Read through the material below and find each line that has the word "whole"; copy it.
┄┄┄┄┄┄┄┄┄┄
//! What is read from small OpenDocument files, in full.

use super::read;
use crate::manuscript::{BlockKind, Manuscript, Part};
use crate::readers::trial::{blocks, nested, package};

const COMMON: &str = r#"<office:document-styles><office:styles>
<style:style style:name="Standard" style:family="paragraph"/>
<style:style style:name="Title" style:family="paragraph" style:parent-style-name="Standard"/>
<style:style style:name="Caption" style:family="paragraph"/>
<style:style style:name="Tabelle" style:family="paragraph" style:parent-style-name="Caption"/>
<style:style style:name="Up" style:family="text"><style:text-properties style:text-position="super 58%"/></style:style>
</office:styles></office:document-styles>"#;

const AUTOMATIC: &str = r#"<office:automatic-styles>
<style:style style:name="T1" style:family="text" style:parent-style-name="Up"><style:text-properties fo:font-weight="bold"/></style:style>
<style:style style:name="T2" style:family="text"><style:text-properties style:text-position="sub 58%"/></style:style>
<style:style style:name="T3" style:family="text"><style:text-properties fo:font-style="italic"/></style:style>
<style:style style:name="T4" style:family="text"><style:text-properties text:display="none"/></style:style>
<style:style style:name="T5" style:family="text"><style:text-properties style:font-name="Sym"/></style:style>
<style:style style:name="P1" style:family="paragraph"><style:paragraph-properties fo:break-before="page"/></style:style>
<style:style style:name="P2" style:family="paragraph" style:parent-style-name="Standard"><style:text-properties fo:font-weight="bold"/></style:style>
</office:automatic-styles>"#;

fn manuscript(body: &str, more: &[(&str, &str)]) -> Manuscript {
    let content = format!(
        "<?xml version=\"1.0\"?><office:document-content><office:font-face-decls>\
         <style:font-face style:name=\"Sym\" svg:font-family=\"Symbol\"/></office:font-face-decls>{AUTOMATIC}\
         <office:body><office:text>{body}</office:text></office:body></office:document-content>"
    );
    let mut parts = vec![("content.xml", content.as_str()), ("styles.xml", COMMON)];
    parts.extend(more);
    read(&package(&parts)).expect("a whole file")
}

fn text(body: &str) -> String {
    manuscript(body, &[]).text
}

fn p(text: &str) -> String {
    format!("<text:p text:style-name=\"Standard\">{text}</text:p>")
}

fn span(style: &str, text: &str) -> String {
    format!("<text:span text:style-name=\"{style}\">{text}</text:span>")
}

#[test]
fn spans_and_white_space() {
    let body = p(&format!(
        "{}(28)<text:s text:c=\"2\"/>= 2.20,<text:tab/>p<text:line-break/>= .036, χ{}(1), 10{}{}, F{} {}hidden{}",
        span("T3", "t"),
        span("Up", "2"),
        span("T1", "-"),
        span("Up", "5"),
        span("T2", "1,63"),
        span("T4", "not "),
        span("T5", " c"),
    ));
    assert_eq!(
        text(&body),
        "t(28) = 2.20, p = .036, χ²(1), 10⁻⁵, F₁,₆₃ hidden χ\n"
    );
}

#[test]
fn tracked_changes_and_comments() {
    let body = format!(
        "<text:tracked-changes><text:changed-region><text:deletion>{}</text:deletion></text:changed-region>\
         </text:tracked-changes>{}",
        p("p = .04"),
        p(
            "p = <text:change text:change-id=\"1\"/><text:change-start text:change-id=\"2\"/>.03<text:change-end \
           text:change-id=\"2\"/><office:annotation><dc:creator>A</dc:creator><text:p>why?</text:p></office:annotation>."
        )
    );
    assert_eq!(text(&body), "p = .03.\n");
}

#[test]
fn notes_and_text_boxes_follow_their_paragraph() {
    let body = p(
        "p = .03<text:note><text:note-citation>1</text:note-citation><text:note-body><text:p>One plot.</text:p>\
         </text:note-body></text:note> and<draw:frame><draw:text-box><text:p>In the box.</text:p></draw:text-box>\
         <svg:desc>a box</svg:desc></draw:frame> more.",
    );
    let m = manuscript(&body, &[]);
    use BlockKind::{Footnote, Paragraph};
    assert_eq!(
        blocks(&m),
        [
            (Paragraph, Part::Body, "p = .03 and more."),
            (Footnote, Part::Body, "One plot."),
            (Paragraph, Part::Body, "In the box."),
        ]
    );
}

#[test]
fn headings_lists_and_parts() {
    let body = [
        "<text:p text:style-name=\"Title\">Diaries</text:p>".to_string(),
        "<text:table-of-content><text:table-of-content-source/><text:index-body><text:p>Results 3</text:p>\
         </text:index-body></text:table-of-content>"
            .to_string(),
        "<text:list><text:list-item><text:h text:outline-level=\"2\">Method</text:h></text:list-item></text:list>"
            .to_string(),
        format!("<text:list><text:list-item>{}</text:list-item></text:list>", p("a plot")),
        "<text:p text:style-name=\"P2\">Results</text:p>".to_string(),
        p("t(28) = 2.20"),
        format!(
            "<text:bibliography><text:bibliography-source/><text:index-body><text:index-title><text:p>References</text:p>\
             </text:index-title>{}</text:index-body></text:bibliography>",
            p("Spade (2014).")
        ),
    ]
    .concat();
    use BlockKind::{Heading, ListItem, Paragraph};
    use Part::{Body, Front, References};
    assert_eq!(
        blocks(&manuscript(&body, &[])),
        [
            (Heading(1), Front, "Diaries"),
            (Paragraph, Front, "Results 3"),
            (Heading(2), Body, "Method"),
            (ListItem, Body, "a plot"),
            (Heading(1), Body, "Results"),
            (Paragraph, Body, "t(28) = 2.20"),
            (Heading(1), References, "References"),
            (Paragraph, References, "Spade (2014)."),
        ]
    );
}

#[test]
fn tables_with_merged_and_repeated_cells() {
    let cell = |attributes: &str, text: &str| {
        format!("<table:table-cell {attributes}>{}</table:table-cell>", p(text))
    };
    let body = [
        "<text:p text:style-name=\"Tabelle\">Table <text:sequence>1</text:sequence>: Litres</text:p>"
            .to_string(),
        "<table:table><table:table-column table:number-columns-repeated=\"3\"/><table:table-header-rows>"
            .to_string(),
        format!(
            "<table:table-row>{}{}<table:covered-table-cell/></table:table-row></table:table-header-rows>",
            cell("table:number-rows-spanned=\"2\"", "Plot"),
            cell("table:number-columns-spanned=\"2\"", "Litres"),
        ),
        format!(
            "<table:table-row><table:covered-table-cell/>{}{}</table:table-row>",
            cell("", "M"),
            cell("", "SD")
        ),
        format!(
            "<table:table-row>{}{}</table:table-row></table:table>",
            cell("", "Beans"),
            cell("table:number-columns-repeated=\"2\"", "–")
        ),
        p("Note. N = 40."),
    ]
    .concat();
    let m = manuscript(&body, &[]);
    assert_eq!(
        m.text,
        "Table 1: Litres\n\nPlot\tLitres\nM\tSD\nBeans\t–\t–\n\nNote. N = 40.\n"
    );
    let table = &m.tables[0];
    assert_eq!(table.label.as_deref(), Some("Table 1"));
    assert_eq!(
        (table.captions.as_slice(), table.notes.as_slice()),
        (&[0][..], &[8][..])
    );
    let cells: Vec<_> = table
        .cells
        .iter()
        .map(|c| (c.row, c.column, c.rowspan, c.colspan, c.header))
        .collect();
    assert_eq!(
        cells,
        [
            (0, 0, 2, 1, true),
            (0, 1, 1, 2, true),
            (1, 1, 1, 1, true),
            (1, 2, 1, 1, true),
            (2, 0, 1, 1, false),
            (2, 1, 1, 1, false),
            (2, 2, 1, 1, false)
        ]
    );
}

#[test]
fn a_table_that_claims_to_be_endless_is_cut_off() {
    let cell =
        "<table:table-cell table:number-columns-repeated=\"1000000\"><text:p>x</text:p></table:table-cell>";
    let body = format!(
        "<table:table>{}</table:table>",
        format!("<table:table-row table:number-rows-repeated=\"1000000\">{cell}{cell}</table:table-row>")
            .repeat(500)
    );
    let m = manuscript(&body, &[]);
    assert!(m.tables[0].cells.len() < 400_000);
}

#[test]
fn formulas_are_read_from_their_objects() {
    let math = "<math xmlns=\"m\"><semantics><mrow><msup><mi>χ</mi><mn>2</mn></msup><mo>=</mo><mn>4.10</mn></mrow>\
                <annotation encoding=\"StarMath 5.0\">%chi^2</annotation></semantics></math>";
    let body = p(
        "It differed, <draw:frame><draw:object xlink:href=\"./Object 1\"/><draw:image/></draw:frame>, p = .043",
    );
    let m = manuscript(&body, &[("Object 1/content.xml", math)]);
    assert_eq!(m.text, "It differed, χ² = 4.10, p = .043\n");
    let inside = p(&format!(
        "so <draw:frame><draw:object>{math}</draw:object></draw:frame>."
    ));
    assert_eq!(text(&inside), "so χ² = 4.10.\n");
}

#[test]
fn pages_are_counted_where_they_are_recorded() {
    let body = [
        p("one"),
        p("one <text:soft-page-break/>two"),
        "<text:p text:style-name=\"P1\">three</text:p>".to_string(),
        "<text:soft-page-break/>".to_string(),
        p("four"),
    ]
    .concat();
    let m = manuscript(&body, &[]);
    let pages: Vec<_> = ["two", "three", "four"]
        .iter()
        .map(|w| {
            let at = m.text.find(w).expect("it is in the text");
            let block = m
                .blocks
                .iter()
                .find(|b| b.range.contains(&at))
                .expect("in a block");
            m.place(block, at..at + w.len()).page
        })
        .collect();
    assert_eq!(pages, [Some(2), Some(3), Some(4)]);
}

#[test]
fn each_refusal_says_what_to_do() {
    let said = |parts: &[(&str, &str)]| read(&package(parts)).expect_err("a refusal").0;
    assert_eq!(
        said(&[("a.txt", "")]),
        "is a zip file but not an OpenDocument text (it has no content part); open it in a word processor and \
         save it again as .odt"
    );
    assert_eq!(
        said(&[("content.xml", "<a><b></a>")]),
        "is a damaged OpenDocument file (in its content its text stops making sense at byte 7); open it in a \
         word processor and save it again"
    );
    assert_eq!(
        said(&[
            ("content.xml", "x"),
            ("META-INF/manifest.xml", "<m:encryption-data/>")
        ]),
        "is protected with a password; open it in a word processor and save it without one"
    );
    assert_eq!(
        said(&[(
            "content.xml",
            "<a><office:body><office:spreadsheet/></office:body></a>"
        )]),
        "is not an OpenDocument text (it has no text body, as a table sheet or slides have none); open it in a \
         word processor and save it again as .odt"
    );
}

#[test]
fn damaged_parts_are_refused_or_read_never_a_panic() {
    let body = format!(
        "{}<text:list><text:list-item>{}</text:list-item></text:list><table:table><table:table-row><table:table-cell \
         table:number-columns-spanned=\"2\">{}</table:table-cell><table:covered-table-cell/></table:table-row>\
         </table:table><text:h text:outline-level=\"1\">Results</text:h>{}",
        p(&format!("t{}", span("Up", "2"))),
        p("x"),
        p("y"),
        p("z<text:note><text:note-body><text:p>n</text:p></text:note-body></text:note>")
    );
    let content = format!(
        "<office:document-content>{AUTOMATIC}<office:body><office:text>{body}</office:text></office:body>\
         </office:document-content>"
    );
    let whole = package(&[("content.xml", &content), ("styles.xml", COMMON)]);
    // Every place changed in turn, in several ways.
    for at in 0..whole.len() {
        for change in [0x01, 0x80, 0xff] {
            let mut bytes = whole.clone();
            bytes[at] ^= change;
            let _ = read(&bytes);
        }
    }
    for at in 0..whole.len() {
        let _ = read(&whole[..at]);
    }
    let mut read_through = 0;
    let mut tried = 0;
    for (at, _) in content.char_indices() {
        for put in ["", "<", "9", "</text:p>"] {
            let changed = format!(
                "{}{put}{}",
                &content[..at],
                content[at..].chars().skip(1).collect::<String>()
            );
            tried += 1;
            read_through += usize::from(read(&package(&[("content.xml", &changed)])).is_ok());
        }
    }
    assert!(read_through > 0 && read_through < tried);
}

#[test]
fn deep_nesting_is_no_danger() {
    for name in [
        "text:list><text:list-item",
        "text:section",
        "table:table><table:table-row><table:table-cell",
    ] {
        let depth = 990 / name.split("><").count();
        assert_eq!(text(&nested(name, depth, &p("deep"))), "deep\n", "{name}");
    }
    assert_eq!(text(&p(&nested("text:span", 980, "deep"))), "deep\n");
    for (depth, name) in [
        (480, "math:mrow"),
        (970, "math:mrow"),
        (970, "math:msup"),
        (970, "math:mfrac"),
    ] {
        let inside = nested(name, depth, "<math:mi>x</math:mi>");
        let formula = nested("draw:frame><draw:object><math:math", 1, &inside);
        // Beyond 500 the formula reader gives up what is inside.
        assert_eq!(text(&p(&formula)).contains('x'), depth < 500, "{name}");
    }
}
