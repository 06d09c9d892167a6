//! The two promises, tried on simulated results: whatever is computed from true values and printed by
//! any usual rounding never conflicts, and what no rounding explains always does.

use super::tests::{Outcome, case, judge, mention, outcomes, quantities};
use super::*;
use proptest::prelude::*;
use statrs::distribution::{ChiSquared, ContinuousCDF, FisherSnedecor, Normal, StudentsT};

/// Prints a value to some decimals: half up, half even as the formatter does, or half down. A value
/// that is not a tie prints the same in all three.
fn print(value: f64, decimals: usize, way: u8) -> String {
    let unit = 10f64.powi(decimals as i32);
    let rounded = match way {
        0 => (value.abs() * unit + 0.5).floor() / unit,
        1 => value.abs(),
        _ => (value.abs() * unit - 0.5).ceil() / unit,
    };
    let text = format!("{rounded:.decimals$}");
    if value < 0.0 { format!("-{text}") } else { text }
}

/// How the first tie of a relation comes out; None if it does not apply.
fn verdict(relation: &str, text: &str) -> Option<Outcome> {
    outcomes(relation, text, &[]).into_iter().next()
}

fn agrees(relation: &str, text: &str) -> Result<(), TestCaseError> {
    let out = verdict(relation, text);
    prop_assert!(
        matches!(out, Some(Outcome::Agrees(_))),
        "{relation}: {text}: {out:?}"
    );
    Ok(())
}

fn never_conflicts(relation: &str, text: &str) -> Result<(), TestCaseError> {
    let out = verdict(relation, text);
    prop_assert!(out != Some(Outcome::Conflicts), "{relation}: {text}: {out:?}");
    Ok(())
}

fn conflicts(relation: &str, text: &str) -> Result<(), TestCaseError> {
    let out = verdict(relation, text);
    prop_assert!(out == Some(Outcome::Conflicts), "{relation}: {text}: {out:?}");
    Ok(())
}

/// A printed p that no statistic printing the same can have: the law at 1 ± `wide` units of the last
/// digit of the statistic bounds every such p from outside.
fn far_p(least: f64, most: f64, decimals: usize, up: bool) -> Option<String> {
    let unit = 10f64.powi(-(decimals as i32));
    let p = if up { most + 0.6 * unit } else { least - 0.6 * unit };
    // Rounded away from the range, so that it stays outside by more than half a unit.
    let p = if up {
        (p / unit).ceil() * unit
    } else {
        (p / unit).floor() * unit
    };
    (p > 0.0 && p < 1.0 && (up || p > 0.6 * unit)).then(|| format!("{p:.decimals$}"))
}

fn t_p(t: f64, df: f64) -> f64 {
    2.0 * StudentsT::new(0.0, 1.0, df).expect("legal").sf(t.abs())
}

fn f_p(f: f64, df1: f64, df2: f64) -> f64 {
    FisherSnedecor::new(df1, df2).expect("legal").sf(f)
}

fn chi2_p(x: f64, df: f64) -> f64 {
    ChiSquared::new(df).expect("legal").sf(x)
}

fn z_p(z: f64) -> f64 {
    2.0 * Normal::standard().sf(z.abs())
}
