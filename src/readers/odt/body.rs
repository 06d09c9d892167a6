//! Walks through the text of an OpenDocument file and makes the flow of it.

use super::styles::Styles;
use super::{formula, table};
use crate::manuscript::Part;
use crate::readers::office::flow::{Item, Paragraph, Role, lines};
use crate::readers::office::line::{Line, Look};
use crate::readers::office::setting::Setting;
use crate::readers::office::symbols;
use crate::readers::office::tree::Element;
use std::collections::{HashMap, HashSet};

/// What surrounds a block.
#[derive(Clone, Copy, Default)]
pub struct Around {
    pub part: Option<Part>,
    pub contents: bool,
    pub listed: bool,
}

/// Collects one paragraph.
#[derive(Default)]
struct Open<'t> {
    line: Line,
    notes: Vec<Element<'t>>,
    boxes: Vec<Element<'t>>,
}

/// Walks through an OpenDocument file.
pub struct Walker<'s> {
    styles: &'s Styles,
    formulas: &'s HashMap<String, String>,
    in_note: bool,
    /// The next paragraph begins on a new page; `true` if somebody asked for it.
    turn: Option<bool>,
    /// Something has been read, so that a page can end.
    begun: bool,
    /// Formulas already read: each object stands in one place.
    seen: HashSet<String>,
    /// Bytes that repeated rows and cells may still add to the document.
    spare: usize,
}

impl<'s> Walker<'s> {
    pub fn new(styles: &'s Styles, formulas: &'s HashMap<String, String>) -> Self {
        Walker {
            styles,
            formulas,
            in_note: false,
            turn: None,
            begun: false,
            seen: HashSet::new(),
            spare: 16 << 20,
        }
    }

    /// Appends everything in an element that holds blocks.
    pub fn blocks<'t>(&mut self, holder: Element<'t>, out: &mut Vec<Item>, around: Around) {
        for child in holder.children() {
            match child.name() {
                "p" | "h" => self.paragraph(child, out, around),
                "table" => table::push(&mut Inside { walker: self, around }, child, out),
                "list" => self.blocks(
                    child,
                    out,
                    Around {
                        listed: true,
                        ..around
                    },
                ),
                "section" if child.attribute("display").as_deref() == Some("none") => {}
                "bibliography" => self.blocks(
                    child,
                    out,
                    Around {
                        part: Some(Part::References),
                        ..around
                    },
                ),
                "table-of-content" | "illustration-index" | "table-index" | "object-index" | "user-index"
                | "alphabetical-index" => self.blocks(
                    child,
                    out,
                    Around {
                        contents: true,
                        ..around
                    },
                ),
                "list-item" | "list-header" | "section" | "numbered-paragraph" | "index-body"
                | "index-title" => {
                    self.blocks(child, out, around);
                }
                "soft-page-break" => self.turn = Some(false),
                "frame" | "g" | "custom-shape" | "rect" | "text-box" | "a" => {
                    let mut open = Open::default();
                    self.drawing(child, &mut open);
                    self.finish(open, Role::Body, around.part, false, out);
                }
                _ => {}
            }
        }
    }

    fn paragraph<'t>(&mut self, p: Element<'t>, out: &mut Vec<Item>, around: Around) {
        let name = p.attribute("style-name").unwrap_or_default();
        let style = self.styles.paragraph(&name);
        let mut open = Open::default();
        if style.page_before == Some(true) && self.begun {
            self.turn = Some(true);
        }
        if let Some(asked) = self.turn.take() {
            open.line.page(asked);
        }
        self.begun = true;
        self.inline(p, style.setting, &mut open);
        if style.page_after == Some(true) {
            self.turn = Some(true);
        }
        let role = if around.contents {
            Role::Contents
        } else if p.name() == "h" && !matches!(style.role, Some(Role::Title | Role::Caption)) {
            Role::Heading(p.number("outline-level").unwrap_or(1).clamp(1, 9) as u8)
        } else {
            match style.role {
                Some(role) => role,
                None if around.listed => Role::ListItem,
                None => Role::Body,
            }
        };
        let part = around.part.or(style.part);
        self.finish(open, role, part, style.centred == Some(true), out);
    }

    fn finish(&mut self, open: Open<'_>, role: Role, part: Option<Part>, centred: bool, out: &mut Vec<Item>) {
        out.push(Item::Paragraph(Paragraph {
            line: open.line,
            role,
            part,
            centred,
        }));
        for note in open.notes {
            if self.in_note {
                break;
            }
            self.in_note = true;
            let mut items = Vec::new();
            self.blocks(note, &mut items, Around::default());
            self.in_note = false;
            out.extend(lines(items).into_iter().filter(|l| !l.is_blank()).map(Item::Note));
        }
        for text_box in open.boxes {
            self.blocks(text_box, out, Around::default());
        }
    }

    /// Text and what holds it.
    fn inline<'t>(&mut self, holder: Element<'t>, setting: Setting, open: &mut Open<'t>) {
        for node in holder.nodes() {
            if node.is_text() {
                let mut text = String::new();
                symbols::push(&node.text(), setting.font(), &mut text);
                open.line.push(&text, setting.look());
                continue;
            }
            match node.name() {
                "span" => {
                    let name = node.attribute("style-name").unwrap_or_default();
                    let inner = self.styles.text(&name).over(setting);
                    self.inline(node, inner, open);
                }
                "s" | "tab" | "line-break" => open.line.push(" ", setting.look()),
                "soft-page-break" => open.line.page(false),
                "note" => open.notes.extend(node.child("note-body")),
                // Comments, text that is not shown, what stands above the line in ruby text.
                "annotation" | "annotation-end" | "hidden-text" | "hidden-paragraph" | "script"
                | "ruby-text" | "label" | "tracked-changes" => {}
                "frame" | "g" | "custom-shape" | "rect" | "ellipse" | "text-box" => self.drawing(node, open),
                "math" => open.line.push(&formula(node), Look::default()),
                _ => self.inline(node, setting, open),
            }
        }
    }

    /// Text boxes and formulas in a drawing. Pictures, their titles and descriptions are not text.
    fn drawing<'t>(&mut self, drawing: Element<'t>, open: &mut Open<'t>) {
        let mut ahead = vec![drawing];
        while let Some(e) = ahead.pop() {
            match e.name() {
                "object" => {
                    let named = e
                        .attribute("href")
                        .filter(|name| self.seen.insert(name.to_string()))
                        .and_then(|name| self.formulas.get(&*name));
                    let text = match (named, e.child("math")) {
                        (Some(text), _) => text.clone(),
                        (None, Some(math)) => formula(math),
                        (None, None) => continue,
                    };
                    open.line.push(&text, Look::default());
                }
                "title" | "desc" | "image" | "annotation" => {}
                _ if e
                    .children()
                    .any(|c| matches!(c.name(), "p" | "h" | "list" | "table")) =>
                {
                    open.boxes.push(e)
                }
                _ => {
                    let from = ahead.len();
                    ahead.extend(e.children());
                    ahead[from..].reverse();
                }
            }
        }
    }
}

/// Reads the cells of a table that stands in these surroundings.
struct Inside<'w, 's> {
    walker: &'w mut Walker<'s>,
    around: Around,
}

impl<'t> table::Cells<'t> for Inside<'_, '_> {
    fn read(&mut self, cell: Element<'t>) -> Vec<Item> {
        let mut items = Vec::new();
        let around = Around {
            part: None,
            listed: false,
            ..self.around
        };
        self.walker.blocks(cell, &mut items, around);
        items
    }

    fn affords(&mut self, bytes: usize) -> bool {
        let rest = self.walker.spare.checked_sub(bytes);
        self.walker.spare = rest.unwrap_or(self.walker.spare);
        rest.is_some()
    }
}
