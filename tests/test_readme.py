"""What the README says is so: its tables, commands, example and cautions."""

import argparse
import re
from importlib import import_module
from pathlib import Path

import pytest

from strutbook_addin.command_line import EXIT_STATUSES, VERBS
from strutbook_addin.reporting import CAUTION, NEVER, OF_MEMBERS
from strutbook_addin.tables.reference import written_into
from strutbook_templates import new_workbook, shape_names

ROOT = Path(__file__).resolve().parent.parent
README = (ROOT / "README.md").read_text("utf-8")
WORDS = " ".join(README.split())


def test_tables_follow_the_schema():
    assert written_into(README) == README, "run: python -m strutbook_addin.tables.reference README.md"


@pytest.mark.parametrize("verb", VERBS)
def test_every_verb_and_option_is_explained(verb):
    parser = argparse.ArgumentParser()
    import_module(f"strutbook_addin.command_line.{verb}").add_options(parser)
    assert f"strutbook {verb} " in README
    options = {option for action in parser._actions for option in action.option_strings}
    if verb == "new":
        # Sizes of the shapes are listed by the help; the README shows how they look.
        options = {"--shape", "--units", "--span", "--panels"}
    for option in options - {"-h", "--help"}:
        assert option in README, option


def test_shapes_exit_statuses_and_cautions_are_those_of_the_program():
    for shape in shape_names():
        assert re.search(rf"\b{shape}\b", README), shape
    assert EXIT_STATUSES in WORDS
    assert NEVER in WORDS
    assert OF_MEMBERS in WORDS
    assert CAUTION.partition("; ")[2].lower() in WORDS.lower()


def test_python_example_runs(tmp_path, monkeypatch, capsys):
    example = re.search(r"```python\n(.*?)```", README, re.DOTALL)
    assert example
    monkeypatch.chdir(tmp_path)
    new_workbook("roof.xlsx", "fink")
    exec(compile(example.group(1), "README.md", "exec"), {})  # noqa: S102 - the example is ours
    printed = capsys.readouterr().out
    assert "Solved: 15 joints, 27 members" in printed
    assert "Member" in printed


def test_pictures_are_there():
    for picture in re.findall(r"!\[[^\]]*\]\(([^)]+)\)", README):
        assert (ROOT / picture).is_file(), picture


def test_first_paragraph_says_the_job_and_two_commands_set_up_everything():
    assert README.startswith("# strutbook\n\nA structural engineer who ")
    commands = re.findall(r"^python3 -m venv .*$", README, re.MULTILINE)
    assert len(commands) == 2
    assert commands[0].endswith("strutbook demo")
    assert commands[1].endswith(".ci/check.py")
┄┄┄┄┄┄┄┄┄┄
Reply:
    read(&package(&parts)).expect("a whole file")
    let whole = package(&[("content.xml", &content), ("styles.xml", COMMON)]);
    for at in 0..whole.len() {
            let mut bytes = whole.clone();
    for at in 0..whole.len() {
        let _ = read(&whole[..at]);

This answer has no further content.